→ **WHAT IS BEING ASKED**
Hunt through the entries for the word "modelMissing" and copy each line in which it appears.

→ **Stored data**

════

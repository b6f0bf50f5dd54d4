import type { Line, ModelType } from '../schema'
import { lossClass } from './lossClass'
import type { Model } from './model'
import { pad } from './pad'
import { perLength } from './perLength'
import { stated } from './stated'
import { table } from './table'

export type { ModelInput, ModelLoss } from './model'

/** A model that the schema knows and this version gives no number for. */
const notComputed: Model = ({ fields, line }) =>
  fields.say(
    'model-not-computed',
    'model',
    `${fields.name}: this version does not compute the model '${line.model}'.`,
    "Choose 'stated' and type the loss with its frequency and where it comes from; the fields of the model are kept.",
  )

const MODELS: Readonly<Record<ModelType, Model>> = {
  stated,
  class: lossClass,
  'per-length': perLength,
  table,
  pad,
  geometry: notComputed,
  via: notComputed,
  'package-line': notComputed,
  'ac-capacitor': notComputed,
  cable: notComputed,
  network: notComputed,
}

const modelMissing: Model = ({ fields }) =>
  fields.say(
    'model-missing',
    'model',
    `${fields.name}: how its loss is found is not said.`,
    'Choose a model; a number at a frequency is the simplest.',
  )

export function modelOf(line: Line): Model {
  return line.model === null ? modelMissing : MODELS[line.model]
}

════

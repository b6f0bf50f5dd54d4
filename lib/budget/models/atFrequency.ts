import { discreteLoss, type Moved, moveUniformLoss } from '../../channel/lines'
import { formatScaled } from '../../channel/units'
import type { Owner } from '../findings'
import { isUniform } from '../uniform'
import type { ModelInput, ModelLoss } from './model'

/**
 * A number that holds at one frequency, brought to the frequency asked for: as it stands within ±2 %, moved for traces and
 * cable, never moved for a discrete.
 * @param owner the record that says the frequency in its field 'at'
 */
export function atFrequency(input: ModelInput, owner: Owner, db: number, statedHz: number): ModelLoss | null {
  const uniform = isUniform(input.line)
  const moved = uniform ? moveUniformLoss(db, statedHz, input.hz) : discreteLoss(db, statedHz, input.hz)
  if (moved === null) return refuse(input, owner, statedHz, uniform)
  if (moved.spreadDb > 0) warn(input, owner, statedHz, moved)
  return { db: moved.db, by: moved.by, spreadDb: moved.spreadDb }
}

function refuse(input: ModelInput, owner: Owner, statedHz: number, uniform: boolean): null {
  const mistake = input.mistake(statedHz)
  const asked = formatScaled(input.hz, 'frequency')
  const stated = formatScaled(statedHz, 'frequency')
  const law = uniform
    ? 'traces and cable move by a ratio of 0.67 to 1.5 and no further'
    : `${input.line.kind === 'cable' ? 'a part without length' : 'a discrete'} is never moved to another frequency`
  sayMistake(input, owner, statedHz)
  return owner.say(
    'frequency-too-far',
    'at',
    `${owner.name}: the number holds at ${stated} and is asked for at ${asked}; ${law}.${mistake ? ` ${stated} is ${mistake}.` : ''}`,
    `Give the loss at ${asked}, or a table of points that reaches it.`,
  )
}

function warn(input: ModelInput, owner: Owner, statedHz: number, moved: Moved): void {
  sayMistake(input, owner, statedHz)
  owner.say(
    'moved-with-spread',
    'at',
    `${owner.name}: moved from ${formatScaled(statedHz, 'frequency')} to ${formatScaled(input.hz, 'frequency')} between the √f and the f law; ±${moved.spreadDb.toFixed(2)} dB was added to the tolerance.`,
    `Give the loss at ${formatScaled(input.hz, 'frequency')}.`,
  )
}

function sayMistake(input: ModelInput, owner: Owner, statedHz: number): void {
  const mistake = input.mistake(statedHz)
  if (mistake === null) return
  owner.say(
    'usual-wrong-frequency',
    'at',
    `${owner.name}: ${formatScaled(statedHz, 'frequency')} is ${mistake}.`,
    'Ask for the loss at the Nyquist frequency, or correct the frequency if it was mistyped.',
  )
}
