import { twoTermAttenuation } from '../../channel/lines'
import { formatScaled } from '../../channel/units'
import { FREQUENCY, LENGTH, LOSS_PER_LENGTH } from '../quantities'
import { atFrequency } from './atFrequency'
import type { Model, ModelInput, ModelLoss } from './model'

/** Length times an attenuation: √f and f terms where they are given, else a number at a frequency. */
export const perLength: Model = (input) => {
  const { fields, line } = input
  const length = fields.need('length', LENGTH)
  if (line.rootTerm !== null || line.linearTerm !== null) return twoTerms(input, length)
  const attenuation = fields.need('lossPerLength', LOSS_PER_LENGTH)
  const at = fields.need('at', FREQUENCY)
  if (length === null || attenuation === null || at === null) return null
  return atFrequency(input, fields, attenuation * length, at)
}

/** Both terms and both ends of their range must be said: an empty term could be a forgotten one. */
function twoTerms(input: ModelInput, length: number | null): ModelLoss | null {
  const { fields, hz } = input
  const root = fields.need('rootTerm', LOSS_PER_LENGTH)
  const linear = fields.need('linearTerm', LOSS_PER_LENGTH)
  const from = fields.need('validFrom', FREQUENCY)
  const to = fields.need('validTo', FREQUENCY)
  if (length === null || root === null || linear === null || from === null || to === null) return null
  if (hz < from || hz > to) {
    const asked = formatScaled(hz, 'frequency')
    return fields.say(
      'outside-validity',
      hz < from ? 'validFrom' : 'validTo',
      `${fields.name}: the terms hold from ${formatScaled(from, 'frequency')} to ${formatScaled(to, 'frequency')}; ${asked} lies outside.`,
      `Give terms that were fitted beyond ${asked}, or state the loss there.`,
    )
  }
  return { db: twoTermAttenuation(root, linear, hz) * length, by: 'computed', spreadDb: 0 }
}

════

→ **RESPONSE FOR THIS EXERCISE**
const modelMissing: Model = ({ fields }) =>
  return line.model === null ? modelMissing : MODELS[line.model]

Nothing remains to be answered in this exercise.